Although phishing is a con trick as old as the web, attackers are maintaining astonishing success by pulling the strings of victims' emotions.
Fraudsters who can persuade victims to respond to a legitimate-looking email or click on a seemingly benevolent link have already won without even having to launch a sophisticated attack on users. This week, security firm RSA released phishing attack numbers for the first half of the year that show a 19 percent increase in global incidents over the last half of 2011.
Through the end of June, the monthly average for attacks was 32,581, amounting to more than $687 million in worldwide losses.
In a blog post, RSA researchers said phishing remained one of the top threats on the internet because of the persuasive tactics that attackers employ.
“At the core of this seemingly simple threat lies a powerful force – human emotion,” the post said. “Although phishing is a 21st century crime, manipulation, deceit and persuasion are not.”
While the top five countries attacked monthly were the suspected players – the United States, U.K., Canada, Brazil and South Africa – what stood out was the 400 percent increase in phishing attacks in Canada during the first half of this year.
While RSA ascribed the sharp increase to attackers finding the Canadian market more lucrative – the country's exchange rate gap is slowly closing in on the U.S. dollar – Daniel Cohen, head of business development for online threats managed services at RSA, explored other factors.
“I think the issue with Canada is that it generally has been less cyber threat aware, both at the consumer level, as well as at the business level,” he said Thursday in an email to SCMagazine.com. “With the global increase in phishing attacks, Canada became both a target, as well as a host for phishing attacks.”
Canada also hasn't been as proactive as the United States in making cyber crime-related arrests, Cohen said.
As well, the prevalence of social media-related phishing scams is picking up, Dave Jevans, founder and chief technology officer of internet security firm IronKey and chairman of the Anti-Phishing Working Group, told SCMagazine.com on Thursday.
“Credit card or bank information is important,” Jevans said of scammers, “but getting their Facebook or Gmail information is the key to the kingdom.”
If an email account is hosted by Gmail, and someone can phish those credentials, they can probably reset passwords for other accounts, he said, comparing tech reporter Matt Honan's recent hacking incident as emblematic of what's been happening to victims of phishing in recent years.
Roel Schouwenberg, senior researcher at Kaspersky Lab, told SCMagazine.com that social media-related attacks lead to the occurrence of more financially threatening ones.
“There is the issue of people using the same login credentials for many different sites," he said. "We definitely see that when hackers get the credentials from a [social] networking site, they will often try to hit all types of financial sites as well."
The Anti-Phishing Working Group recently lowered the industry's attack-duration median – the number of hours a phishing attack is online before it is taken down – to 11.72 hours per incident, down from 15.3 hours. The decline shows that organizations have become better at detecting and stopping brand abuse.

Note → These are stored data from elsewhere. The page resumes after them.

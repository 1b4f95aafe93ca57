// From a profile's usable levels to what the engine reads: cut at the ceiling, with a point at the ceiling where asked.

import type { WindColumn } from '../profile/index.ts';
import type { Criteria } from './criteria.ts';
import { noseColumn, type NoseColumn } from './nose.ts';

/** How the column was cut, so that other speeds of the same levels can be cut alike. */
export interface Cut {
  /** Levels at or below the ceiling. */
  kept: number;
  /** Share of the way from the highest kept level to the next one at which the ceiling lies; NaN if no point was added. */
  ceilingShare: number;
}

/**
 * Cuts the usable levels at the ceiling of the criteria into `out`. Where levels lie above the ceiling and the highest
 * kept one is below it, a point at the ceiling is added, speed linear in height, except for criteria that look at the
 * greatest speed only.
 */
export function cutAtCeilingInto(wind: WindColumn, criteria: Criteria, out: NoseColumn, cut: Cut): void {
  if (out.heightAgl.length < wind.count + 1) Object.assign(out, noseColumn(2 * wind.count + 2));
  const { ceiling } = criteria;
  const { heightAgl, speed, uncertainty } = out;
  let kept = 0;
  for (; kept < wind.count; kept++) {
    const height = wind.heightAgl[kept]!;
    if (height > ceiling) break;
    heightAgl[kept] = height;
    speed[kept] = wind.speed[kept]!;
  }
  cut.kept = kept;
  cut.ceilingShare = NaN;
  out.count = kept;
  out.reachesCeiling = kept < wind.count || (kept > 0 && heightAgl[kept - 1]! >= ceiling);
  if (criteria.endingRise === 'uncertainty') {
    for (let k = 0; k < kept; k++) uncertainty[k] = wind.speedUncertainty[k]!;
  }
  const wantsPoint = criteria.candidates !== 'strongest' && kept > 0 && kept < wind.count;
  if (!wantsPoint || heightAgl[kept - 1]! >= ceiling) return;
  const share = (ceiling - heightAgl[kept - 1]!) / (wind.heightAgl[kept]! - heightAgl[kept - 1]!);
  cut.ceilingShare = share;
  heightAgl[kept] = ceiling;
  speed[kept] = between(speed[kept - 1]!, wind.speed[kept]!, share);
  if (criteria.endingRise === 'uncertainty') {
    uncertainty[kept] = Math.hypot((1 - share) * uncertainty[kept - 1]!, share * wind.speedUncertainty[kept]!);
  }
  out.count = kept + 1;
}

/** Linear between two values. */
export function between(from: number, to: number, share: number): number {
  return from + (to - from) * share;
}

Had that median rate not fallen, worldwide phishing losses for the last half of 2011 could have reached nearly $900 million, according to RSA.
Joseph Steinberg, CEO of Green Armor Solutions, which helps enterprise customers identify phony websites, said that until the security industry begins looking into the psychological aspect of phishing, attackers will continue to take advantage of the simple, yet effective practice.
“We have argued for years that the reason that phishing is a problem is because it is a psychological problem,” Steinberg told SCMagazine.com on Thursday. “You need something that the average person with no technological sophistication can identify, which alerts them that something has gone wrong."
According to an analysis performed by Kaspersky Lab, some phishing tactics may include embedding malicious scripts on pages found on legitimate websites, like Amazon or Wikipedia, as a way of hawking spammers' goods.
Users can protect themselves from email threats by contacting companies directly if they doubt the authenticity of an email or website, Kaspersky Lab advised.